Giornata Mondiale

Una sconosciuta che chiamo sempre mamma, questo è l’Alzheimer

Che cosa significa avere un genitore malato di Alzheimer? La scrittrice Gigliola Alvisi racconta la sua esperienza con la madre Caterina. Dieci anni pieni di dubbi e solitudine emotiva. Ma la fatica più grande è dover dimenticare la propria madre e imparare a relazionarsi con una sconosciuta che abita il suo corpo

di Rossana Certini

Strategia è la parola che più ricorre quando Gigliola Alvisi, vicentina di nascita e padovana di adozione, scrittrice di libri per ragazzi, racconta la storia di sua madre Caterina, classe 1935, da dieci anni malata di Alzheimer. C’è la strategia messa in campo dalla donna per non far percepire alle figlie gli esordi della malattia e c’è quella di Gigliola, oggi, per relazionarsi ogni giorno con una madre diversa dalla donna che l’ha cresciuta.
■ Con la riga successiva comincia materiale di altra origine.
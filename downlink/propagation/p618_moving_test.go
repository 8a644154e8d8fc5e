package propagation

import (
	"math"
	"testing"

	"slantwise/orbit/unit"
)

// A satellite that stands still has the path's own statistics: what P.618 gives for
// p is exceeded for p of the time.
func TestMovingAtOneElevationIsThePath(t *testing.T) {
	spec := kaPath()
	m, err := NewMoving(spec, []ElevationShare{{30 * unit.Degree, 1}})
	if err != nil {
		t.Fatal(err)
	}
	for _, p := range []float64{0.01, 0.05, 0.1, 1, 5} {
		spec.Exceedance = Exceedance(p) * Percent
		path, err := NewPath(spec)
		if err != nil {
			t.Fatal(err)
		}
		s, err := path.Direct(30 * unit.Degree)
		if err != nil {
			t.Fatal(err)
		}
		got := m.ExceedingTotal(s.Total)
		if math.Abs(got.Low*100/p-1) > 1e-3 || got.Low != got.High {
			t.Errorf("%g %%: the path's %.4f dB are exceeded for %v", p, s.Total, got)
		}
		back, err := m.Total(p / 100)
		if err != nil || math.Abs(float64(back-s.Total)) > 1e-3 {
			t.Errorf("%g %%: %v dB, %v, the path has %v dB", p, back, err, s.Total)
		}
	}
}

// Steps e) and f) of P.618-14 §8 by hand for two intervals.
func TestMovingSumsOverElevations(t *testing.T) {
	spec := kaPath()
	one := func(el unit.Angle) *Moving {
		t.Helper()
		m, err := NewMoving(spec, []ElevationShare{{el, 1}})
		if err != nil {
			t.Fatal(err)
		}
		return m
	}
	both, err := NewMoving(spec, []ElevationShare{{10 * unit.Degree, 0.7}, {50 * unit.Degree, 0.3}})
	if err != nil {
		t.Fatal(err)
	}
	for _, a := range []unit.DB{0.5, 6, 10, 30, 200} {
		low, high := one(10*unit.Degree).ExceedingTotal(a), one(50*unit.Degree).ExceedingTotal(a)
		want := Span{0.7*low.Low + 0.3*high.Low, 0.7*low.High + 0.3*high.High}
		got := both.ExceedingTotal(a)
		if math.Abs(got.Low-want.Low) > 1e-12 || math.Abs(got.High-want.High) > 1e-12 {
			t.Errorf("%v dB: got %v, want %v", a, got, want)
		}
	}
	if never := both.ExceedingTotal(1e4); never.Low != 0 || math.Abs(never.High-1e-5) > 1e-15 {
		t.Errorf("10000 dB: got %v, want 0 to the lowest percentage evaluated", never)
	}
	if always := both.ExceedingTotal(0); always.High != 1 || always.Low != 0.5 {
		t.Errorf("0 dB: got %v, want the highest percentage evaluated to 1", always)
	}
}

func TestMovingEndsWithTheClimate(t *testing.T) {
	spec := kaPath()
	var err error
	if spec.Climate.CloudWater, err = NewCurve("cloud", "kg/m2", Exceeded{5 * Percent, 0.5}); err != nil {
		t.Fatal(err)
	}
	m, err := NewMoving(spec, []ElevationShare{{30 * unit.Degree, 1}})
	if err != nil {
		t.Fatal(err)
	}
	if last := m.percent[len(m.percent)-1]; last != 5 {
		t.Errorf("the statistics end at %g %%, the climate at 5 %%", last)
	}
	if _, err := NewMoving(spec, []ElevationShare{{30 * unit.Degree, 0.5}}); err == nil {
		t.Error("half of the contact time: no error")
	}
}

func BenchmarkMovingYear(b *testing.B) {
	var shares []ElevationShare
	for el := 2.5; el < 90; el += 5 {
		shares = append(shares, ElevationShare{unit.Angle(el) * unit.Degree, 1.0 / 18})
	}
	spec := kaPath()
	b.ReportAllocs()
	for b.Loop() {
		m, err := NewMoving(spec, shares)
		if err != nil {
			b.Fatal(err)
		}
		if s := m.ExceedingTotal(10); !(s.High > 0) {
			b.Fatal(s)
		}
	}
}
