#!/usr/bin/python3
"""Writes reference.csv: the verification sets as python-sgp4 2.15 reads them.

A general-purpose propagation library (Debian package python3-sgp4 2.15-0.1), its
pure Python reader. Angles in radians, mean motion in rad/min, B* in 1/Earth radii,
derivatives in rad/min^2 and rad/min^3, all as repr() prints a float; the epoch as
printed year and day. Run in this folder: /usr/bin/python3 reference.py > reference.csv
"""

import csv
import sys

from sgp4.earth_gravity import wgs72
from sgp4.io import twoline2rv

out = csv.writer(sys.stdout, lineterminator="\n")
out.writerow("number,designator,epoch_year,epoch_day,inclination_rad,node_rad,eccentricity,perigee_rad,"
             "anomaly_rad,motion_rad_min,bstar,motion_dot,motion_ddot".split(","))
lines = [x.rstrip("\n") for x in open("verification.tle") if x[0] in "12"]
for one, two in zip(lines[::2], lines[1::2]):
    s = twoline2rv(one, two, wgs72)
    out.writerow([s.satnum, s.intldesg, s.epochyr, repr(s.epochdays), repr(s.inclo), repr(s.nodeo), repr(s.ecco),
                  repr(s.argpo), repr(s.mo), repr(s.no_kozai), repr(s.bstar), repr(s.ndot), repr(s.nddot)])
«Era da poco mancato mio padre», racconta Alvisi, «e mia madre doveva cambiare casa. Il giorno in cui è arrivato il camion del trasloco ci siamo accorti che non aveva imballato nessun oggetto. Io e mia sorella eravamo sgomente. Non capivamo. Nostra madre è sempre stata una donna meticolosa, precisa e molto organizzata. Ci sembrava impossibile che non avesse inscatolato niente. Ci siamo subito messe ad aiutarla ma capivamo che lei non sapeva bene cosa portare nella nuova casa e cosa lasciare. Ricordo che ci siamo ritrovate a caricare tutto sul furgone senza porci tante domande».

Era il 2013 e Rina, come tutti la chiamavano, aveva ancora la capacità di usare delle strategie per nascondere quel che le stava accadendo.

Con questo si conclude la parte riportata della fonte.